● WHAT THE EXERCISE ASKS
When you reply, transcribe every line of the data below exactly.

====== STUDY MATERIAL

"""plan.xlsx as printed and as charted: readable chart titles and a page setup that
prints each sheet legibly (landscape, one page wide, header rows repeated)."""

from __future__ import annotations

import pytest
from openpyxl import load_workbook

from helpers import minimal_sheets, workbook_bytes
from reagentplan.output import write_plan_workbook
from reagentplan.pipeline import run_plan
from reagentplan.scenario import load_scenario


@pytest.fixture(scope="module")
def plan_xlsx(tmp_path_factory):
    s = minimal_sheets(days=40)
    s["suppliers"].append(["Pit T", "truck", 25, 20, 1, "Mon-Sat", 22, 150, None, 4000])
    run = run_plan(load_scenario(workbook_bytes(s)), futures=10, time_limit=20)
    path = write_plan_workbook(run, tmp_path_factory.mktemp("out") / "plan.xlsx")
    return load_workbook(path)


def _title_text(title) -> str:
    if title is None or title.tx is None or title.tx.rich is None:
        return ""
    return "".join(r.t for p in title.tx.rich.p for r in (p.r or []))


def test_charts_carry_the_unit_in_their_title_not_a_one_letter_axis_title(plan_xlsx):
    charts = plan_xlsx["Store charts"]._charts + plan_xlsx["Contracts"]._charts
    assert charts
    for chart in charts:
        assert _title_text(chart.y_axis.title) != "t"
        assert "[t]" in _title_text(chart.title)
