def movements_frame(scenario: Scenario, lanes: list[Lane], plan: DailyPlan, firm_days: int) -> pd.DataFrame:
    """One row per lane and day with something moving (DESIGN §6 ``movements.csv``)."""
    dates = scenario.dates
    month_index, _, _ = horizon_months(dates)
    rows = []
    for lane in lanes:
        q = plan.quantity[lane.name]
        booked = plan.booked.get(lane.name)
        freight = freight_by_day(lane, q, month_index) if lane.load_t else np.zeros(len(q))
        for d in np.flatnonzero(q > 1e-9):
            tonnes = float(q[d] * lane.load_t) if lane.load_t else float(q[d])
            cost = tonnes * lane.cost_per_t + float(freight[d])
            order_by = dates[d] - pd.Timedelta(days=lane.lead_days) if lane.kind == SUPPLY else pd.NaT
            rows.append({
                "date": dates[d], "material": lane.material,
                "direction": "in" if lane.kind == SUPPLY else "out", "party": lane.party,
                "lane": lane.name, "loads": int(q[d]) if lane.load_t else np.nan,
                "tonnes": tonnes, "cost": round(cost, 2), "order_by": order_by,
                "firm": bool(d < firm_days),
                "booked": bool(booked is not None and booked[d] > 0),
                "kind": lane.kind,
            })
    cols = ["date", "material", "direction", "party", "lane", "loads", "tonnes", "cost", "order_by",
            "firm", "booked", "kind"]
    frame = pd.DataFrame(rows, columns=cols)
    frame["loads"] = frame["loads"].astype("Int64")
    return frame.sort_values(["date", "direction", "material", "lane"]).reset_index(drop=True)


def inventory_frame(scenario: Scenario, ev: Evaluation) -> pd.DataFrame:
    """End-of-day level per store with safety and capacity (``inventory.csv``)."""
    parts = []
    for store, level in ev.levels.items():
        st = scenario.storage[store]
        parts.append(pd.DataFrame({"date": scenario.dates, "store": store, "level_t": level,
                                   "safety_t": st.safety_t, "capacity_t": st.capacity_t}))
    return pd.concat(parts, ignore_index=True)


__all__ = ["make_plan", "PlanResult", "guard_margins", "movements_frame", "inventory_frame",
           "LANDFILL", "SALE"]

============

● TASK OUTPUT
"""plan.xlsx as printed and as charted: readable chart titles and a page setup that
prints each sheet legibly (landscape, one page wide, header rows repeated)."""

from __future__ import annotations

import pytest
from openpyxl import load_workbook

from helpers import minimal_sheets, workbook_bytes
from reagentplan.output import write_plan_workbook
from reagentplan.pipeline import run_plan
from reagentplan.scenario import load_scenario


@pytest.fixture(scope="module")
def plan_xlsx(tmp_path_factory):
    s = minimal_sheets(days=40)
    s["suppliers"].append(["Pit T", "truck", 25, 20, 1, "Mon-Sat", 22, 150, None, 4000])
    run = run_plan(load_scenario(workbook_bytes(s)), futures=10, time_limit=20)
    path = write_plan_workbook(run, tmp_path_factory.mktemp("out") / "plan.xlsx")
    return load_workbook(path)


def _title_text(title) -> str:
    if title is None or title.tx is None or title.tx.rich is None:
        return ""
    return "".join(r.t for p in title.tx.rich.p for r in (p.r or []))


def test_charts_carry_the_unit_in_their_title_not_a_one_letter_axis_title(plan_xlsx):
    charts = plan_xlsx["Store charts"]._charts + plan_xlsx["Contracts"]._charts
    assert charts
    for chart in charts:
        assert _title_text(chart.y_axis.title) != "t"
        assert "[t]" in _title_text(chart.title)
def movements_frame(scenario: Scenario, lanes: list[Lane], plan: DailyPlan, firm_days: int) -> pd.DataFrame:
    """One row per lane and day with something moving (DESIGN §6 ``movements.csv``)."""
    dates = scenario.dates
    month_index, _, _ = horizon_months(dates)
    rows = []
    for lane in lanes:
        q = plan.quantity[lane.name]
        booked = plan.booked.get(lane.name)
        freight = freight_by_day(lane, q, month_index) if lane.load_t else np.zeros(len(q))
        for d in np.flatnonzero(q > 1e-9):
            tonnes = float(q[d] * lane.load_t) if lane.load_t else float(q[d])
            cost = tonnes * lane.cost_per_t + float(freight[d])
            order_by = dates[d] - pd.Timedelta(days=lane.lead_days) if lane.kind == SUPPLY else pd.NaT
            rows.append({
                "date": dates[d], "material": lane.material,
                "direction": "in" if lane.kind == SUPPLY else "out", "party": lane.party,
                "lane": lane.name, "loads": int(q[d]) if lane.load_t else np.nan,
                "tonnes": tonnes, "cost": round(cost, 2), "order_by": order_by,
                "firm": bool(d < firm_days),
                "booked": bool(booked is not None and booked[d] > 0),
                "kind": lane.kind,
            })
    cols = ["date", "material", "direction", "party", "lane", "loads", "tonnes", "cost", "order_by",
            "firm", "booked", "kind"]
    frame = pd.DataFrame(rows, columns=cols)
    frame["loads"] = frame["loads"].astype("Int64")
    return frame.sort_values(["date", "direction", "material", "lane"]).reset_index(drop=True)


def inventory_frame(scenario: Scenario, ev: Evaluation) -> pd.DataFrame:
    """End-of-day level per store with safety and capacity (``inventory.csv``)."""
    parts = []
    for store, level in ev.levels.items():
        st = scenario.storage[store]
        parts.append(pd.DataFrame({"date": scenario.dates, "store": store, "level_t": level,
                                   "safety_t": st.safety_t, "capacity_t": st.capacity_t}))
    return pd.concat(parts, ignore_index=True)


__all__ = ["make_plan", "PlanResult", "guard_margins", "movements_frame", "inventory_frame",
           "LANDFILL", "SALE"]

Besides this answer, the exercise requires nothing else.